Online Visual Tracking with One-Shot Context-Aware Domain Adaptation

Online learning policy makes visual trackers more robust against different distortions through learning domain-specific cues. However, the trackers adopting this policy fail to fully leverage the discriminative context of the background areas. Moreover, owing to the lack of sufficient data at each time step, the online learning approach can also make the trackers prone to over-fitting to the background regions. In this paper, we propose a domain adaptation approach to strengthen the contributions of the semantic background context. The domain adaptation approach is backboned with only an off-the-shelf deep model.
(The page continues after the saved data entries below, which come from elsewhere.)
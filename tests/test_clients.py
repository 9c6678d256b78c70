"""Real clients against a running proxy on demo data: psql, psycopg (sync and async; client-
and server-side binding; prepared), asyncpg, pg8000, SQLAlchemy with pandas, and JDBC.

Each client runs the same four checks: an aggregate query (noisy, plausible counts with the
right column names and types, and a NOTICE where the client shows notices), a refused query
(its SQLSTATE), a query with a parameter, and a catalog listing that shows exactly the exposed
columns. TLS: psql and psycopg with sslmode=require against a certificate made for the run.
"""

from __future__ import annotations

import asyncio
import math
import os
import re
import shutil
import subprocess
from pathlib import Path
from types import SimpleNamespace

from decimal import Decimal
from fractions import Fraction

import psycopg
import pytest

from proxy import noise

from tests.proxy_fixtures import UNLISTED_COLUMN, RunningProxy
from tests.proxy_fixtures import demo_proxy, tls_proxy  # noqa: F401  (fixtures)

DISTRICTS = ["Harbourside", "Northbank", "Old Mill"]  # the declared domain, sorted
COUNT = ("SELECT district, count(*) AS households FROM households GROUP BY district "
         "ORDER BY district")
COUNT_ABOVE = ("SELECT district, count(*) AS households FROM households WHERE occupants > {} "
               "GROUP BY district ORDER BY district")
REFUSED = "SELECT * FROM households"
NOT_SUPPORTED = "0A000"
EXPOSED = ["household_id", "district", "occupants", "tariff", "has_garden"]
COLUMNS_QUERY = ("SELECT column_name FROM information_schema.columns WHERE table_name = {} "
                 "ORDER BY ordinal_position")
OCCUPANTS = 2  # the parameter: households with more than two occupants
# The column comment the mirror carries for occupants: the demo policy's description, kind,
# range and unit (policies/tables/households.toml).
OCCUPANTS_COMMENT = ("People living in the household; integer from 1 to 8 (sums count values "
                     "outside as the nearest end), measured in people")
HOUSEHOLDS_COMMENT = ("One row per household supplied by the utility; individuals: rows sharing "
                      "household_id are one individual of population households, at most 1 row "
                      "each")

# Each answer here spends the default epsilon 0.1 on one COUNT over a table with one row per
# household: sensitivity 1, discrete Laplace noise of scale b = 1 / 0.1 = 10. Its tail is
# P(|Z| >= t) = 2 exp(-t/b) / (1 + exp(-1/b)) <= 2 exp(-t/b), so t = b ln(2 / 1e-9) bounds
# one cell's noise except with probability 1e-9 (the geometric mechanism, Ghosh, Roughgarden &
# Sundararajan 2009). Counts are clamped at zero after the noise.
SCALE = 10
TOLERANCE = math.ceil(SCALE * math.log(2 / 1e-9))  # 215


@pytest.fixture(scope="module")
def exact(demo_proxy: RunningProxy) -> dict[str, dict[str, int]]:
    """Exact counts per district, for all households and for the parameterised filter, read
    straight from the backend (the figures the noisy answers must be near)."""
    query = ("SELECT district, count(*) FILTER (WHERE true), count(*) FILTER (WHERE occupants "
             "> %s) FROM utility.households GROUP BY district")
    with psycopg.connect(demo_proxy.backend_dsn) as conn:
        found = conn.execute(query, [OCCUPANTS]).fetchall()
    return {"all": {d: n for d, n, _ in found}, "above": {d: n for d, _, n in found}}


def assert_noisy_counts(rows: list, exact: dict[str, int]) -> None:
    """One row per declared district, in order, each a plausible noisy count."""
    assert [r[0] for r in rows] == DISTRICTS
    for district, count in rows:
        count = int(count)
        assert max(0, exact.get(district, 0) - TOLERANCE) <= count <= exact[district] + TOLERANCE


def assert_spent(notices: list[str]) -> None:
    """A notice whose first line says what the answer cost (or, for a question the module
    asked before, that it was reused and what it cost then), what remains and the margins."""
    assert any(re.search(r"(spent epsilon 0\.1 |spent nothing now \(epsilon 0\.1 paid )"
                         r".*remains; 95% margins: households ±\d+", n.splitlines()[0])
               for n in notices if n), notices


# ----------------------------------------------------------------------------- psql

def psql(proxy: RunningProxy, *args: str, user: str = "planner", stdin: str | None = None,
         conninfo: str | None = None) -> subprocess.CompletedProcess[str]:
    binary = shutil.which("psql")
    if binary is None:
        pytest.skip("psql is not installed")
    env = dict(os.environ, PGPASSWORD=proxy.accounts[user], PAGER="", PSQLRC="/dev/null")
    env.pop("PGSERVICE", None)
    target = conninfo or f"host={proxy.host} port={proxy.port} dbname=hushql_demo user={user}"
    return subprocess.run([binary, "-X", "-A", "-F", "|", "-d", target, *args], input=stdin,
                          env=env, capture_output=True, text=True, timeout=30)


def psql_major() -> int:
    out = subprocess.run([shutil.which("psql") or "psql", "--version"], capture_output=True,
                         text=True).stdout
    found = re.search(r"(\d+)", out)
    return int(found.group(1)) if found else 0


def table_rows(stdout: str) -> list[list[str]]:
    """Rows of psql's unaligned output, header first, without the '(n rows)' footer."""
    return [line.split("|") for line in stdout.splitlines()
            if line and not re.fullmatch(r"\(\d+ rows?\)", line)]


def test_psql(demo_proxy: RunningProxy, exact) -> None:
    done = psql(demo_proxy, "-c", COUNT)
    assert done.returncode == 0, done.stderr
    header, *rows = table_rows(done.stdout)
    assert header == ["district", "households"]
    assert_noisy_counts(rows, exact["all"])
    assert "NOTICE:  this answer spent epsilon 0.1" in done.stderr
    assert "95% of answers" in done.stderr

    described = psql(demo_proxy, stdin=COUNT + " \\gdesc\n")  # Describe only: nothing charged
    assert table_rows(described.stdout) == [["Column", "Type"], ["district", "text"],
                                            ["households", "bigint"]]

    refused = psql(demo_proxy, stdin="\\set VERBOSITY verbose\n" + REFUSED + ";\n")
    assert f"ERROR:  {NOT_SUPPORTED}:" in refused.stderr and "HINT:" in refused.stderr

    if psql_major() >= 16:  # a protocol-level parameter: \bind arrived in psql 16
        script = COUNT_ABOVE.format("$1") + f" \\bind {OCCUPANTS} \\g\n"
    else:  # psql 15 and older can only interpolate a variable into the text
        script = f"\\set n {OCCUPANTS}\n" + COUNT_ABOVE.format(":n") + ";\n"
    param = psql(demo_proxy, stdin=script)
    assert param.returncode == 0, param.stderr
    assert_noisy_counts(table_rows(param.stdout)[1:], exact["above"])

    described = psql(demo_proxy, "-c", "\\d households")
    assert described.returncode == 0, described.stderr
    listed = [r[0] for r in table_rows(described.stdout)[2:]]  # after title and header
    assert listed == EXPOSED and UNLISTED_COLUMN not in described.stdout
    assert table_rows(described.stdout)[2][1] == "integer"

    # \d+ shows the policy in the Description column.
    detailed = psql(demo_proxy, "-c", "\\d+ households")
    assert detailed.returncode == 0, detailed.stderr
    header = table_rows(detailed.stdout)[1]
    by_name = {r[0]: dict(zip(header, r)) for r in table_rows(detailed.stdout)[2:] if len(r) > 1}
    assert by_name["occupants"]["Description"] == OCCUPANTS_COMMENT
    assert by_name["district"]["Description"] == ("category, one of: Northbank, Old Mill, "
                                                  "Harbourside")
    # (\dt+ asks for table sizes, which are refused; the comment itself is answered.)
    commented = psql(demo_proxy, "-t", "-c",
                     "SELECT obj_description('households'::regclass, 'pg_class')")
    assert commented.stdout.strip() == HOUSEHOLDS_COMMENT, commented.stderr

    tables = psql(demo_proxy, "-c", "\\dt")
    assert [r[1] for r in table_rows(tables.stdout)[2:]] == ["households", "readings", "tariffs"]
    theirs = psql(demo_proxy, "-c", "\\dt", user="researcher")  # granted households only
    assert [r[1] for r in table_rows(theirs.stdout)[2:]] == ["households"]


# ----------------------------------------------------------------------------- psycopg

def test_psycopg_sync(demo_proxy: RunningProxy, exact) -> None:
    notices: list[str] = []
    with psycopg.connect(demo_proxy.conninfo(), autocommit=True) as conn:
        conn.add_notice_handler(lambda d: notices.append(d.message_primary or ""))
        cur = conn.execute(COUNT)  # server-side binding (extended protocol)
        assert [(c.name, c.type_code) for c in cur.description] == [("district", 25),
                                                                     ("households", 20)]
        assert_noisy_counts(cur.fetchall(), exact["all"])
        assert_spent(notices)

        with pytest.raises(psycopg.errors.FeatureNotSupported) as caught:
            conn.execute(REFUSED)
        assert caught.value.sqlstate == NOT_SUPPORTED and caught.value.diag.message_hint

        with psycopg.ClientCursor(conn) as client_side:  # values merged into the text
            client_side.execute(COUNT_ABOVE.format("%s"), [OCCUPANTS])
            assert_noisy_counts(client_side.fetchall(), exact["above"])
        prepared = conn.execute(COUNT_ABOVE.format("%s"), [OCCUPANTS], prepare=True)
        assert_noisy_counts(prepared.fetchall(), exact["above"])  # a named prepared statement

        listed = conn.execute(COLUMNS_QUERY.format("%s"), ["households"]).fetchall()
        assert [r[0] for r in listed] == EXPOSED
        # A catalog query sqlglot cannot parse, with a parameter the mirror counts and types.
        types = conn.execute("SELECT typname FROM pg_catalog.pg_type WHERE oid = any(%s::oid[]) "
                             "ORDER BY 1", ["{23,25}"]).fetchall()
        assert types == [("int4",), ("text",)]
The strength of the proposed approach comes from its discriminative ability to handle severe occlusion and background clutter challenges. We further introduce a cost-sensitive loss alleviating the dominance of non-semantic background candidates over the semantic candidates, thereby dealing with the data imbalance issue. Experimental results demonstrate that our tracker achieves competitive results at real-time speed compared to the state-of-the-art trackers.